Exercise ::
State only the count of lines in the listing below that hold "mediaType".

Segment Start: Data for review

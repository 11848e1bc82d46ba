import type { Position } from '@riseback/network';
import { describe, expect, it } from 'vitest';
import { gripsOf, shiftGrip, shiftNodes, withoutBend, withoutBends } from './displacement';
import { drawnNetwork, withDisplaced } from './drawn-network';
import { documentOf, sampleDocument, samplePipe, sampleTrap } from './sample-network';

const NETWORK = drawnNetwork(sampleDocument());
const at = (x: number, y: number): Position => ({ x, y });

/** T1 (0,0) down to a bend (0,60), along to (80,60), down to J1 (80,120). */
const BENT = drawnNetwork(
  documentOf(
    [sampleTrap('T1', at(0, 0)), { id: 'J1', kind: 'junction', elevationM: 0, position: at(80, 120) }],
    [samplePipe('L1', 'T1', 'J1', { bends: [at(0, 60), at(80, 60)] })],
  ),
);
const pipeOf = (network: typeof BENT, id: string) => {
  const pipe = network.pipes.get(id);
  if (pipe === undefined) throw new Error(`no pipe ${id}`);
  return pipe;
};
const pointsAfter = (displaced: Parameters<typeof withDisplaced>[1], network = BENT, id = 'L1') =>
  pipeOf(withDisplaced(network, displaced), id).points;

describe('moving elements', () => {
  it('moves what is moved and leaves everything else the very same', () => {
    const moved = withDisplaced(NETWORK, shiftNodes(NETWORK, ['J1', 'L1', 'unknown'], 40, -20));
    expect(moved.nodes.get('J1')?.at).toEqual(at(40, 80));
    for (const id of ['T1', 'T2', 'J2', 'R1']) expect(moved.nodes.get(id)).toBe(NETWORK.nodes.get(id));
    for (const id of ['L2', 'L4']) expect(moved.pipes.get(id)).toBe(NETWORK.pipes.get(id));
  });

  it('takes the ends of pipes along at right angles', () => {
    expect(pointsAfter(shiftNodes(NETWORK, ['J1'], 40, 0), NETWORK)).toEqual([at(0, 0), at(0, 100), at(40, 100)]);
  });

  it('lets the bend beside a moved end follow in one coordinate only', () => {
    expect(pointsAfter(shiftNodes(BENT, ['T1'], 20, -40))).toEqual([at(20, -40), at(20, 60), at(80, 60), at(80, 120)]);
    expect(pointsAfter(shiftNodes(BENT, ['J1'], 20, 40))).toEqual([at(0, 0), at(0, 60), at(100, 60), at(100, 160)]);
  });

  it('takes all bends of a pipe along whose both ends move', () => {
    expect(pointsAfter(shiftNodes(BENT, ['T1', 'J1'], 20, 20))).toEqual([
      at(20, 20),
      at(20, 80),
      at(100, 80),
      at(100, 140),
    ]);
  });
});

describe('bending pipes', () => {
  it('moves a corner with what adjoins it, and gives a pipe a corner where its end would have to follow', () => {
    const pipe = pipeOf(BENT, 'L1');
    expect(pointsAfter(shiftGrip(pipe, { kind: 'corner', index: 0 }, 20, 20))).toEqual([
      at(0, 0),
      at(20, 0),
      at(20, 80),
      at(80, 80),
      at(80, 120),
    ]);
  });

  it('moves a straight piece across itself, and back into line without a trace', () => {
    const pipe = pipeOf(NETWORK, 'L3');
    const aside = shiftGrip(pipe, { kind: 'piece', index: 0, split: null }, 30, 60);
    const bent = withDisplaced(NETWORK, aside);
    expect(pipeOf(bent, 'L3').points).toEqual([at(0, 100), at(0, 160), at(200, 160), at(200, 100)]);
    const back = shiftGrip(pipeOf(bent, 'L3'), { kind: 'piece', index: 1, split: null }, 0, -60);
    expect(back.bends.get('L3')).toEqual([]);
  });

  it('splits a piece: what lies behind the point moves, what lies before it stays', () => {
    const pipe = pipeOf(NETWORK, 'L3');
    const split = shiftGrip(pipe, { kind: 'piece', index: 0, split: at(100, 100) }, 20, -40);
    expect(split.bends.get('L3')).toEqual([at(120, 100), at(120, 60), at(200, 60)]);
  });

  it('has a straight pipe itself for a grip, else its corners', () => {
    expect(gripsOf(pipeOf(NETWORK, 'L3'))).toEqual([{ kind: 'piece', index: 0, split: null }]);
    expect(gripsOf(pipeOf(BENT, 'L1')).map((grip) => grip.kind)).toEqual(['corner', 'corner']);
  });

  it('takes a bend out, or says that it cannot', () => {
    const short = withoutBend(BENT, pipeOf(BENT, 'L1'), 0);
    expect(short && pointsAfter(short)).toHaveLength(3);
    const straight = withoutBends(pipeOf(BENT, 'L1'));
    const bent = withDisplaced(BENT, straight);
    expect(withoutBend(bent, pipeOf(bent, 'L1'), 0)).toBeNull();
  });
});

Segment End: Data for review
Segment Start: Data for review

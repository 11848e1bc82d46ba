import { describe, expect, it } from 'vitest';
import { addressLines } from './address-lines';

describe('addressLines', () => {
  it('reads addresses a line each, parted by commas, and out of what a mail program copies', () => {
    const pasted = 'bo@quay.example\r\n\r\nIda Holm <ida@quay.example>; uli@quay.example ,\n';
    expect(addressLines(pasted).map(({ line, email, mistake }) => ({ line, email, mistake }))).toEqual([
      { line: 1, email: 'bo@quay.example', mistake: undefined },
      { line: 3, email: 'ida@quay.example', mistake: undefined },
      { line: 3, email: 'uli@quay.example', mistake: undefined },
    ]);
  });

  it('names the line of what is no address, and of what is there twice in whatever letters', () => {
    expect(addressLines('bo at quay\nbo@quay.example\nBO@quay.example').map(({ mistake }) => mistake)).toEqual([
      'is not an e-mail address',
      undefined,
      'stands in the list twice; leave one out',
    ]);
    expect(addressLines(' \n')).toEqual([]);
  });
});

Segment End: Data for review
Segment Start: Data for review

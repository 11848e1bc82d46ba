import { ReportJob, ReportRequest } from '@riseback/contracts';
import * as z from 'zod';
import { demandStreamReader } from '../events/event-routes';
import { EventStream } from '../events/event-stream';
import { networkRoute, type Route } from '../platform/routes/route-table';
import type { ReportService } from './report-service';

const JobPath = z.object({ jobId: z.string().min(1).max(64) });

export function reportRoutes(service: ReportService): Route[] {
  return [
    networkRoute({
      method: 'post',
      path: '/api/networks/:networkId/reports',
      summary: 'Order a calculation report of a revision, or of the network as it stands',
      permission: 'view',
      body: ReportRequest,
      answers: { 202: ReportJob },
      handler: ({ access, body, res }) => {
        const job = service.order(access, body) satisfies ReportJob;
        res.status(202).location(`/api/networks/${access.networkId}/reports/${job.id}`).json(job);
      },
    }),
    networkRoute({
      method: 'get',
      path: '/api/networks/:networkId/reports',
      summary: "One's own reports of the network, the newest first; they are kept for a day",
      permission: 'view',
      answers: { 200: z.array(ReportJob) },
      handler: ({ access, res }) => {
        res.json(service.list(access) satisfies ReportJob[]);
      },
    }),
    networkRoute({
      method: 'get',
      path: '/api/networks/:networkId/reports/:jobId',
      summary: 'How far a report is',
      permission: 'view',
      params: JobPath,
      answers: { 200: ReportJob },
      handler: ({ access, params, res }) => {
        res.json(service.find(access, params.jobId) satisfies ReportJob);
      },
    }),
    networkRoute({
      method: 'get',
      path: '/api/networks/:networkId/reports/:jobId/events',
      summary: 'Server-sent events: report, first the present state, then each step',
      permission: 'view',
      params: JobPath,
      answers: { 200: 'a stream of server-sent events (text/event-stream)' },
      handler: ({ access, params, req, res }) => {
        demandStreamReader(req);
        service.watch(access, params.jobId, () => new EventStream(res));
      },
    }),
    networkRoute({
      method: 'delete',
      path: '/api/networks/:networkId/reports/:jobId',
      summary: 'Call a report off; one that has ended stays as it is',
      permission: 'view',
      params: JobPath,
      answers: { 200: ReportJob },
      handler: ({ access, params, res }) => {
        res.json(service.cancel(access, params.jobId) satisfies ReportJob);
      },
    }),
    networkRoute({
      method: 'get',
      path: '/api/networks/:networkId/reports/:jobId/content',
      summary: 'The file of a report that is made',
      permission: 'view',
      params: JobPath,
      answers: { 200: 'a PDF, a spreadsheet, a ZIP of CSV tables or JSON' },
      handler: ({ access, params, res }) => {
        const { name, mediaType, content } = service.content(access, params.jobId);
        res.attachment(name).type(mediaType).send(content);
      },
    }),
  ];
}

Segment End: Data for review

Answer below ::
2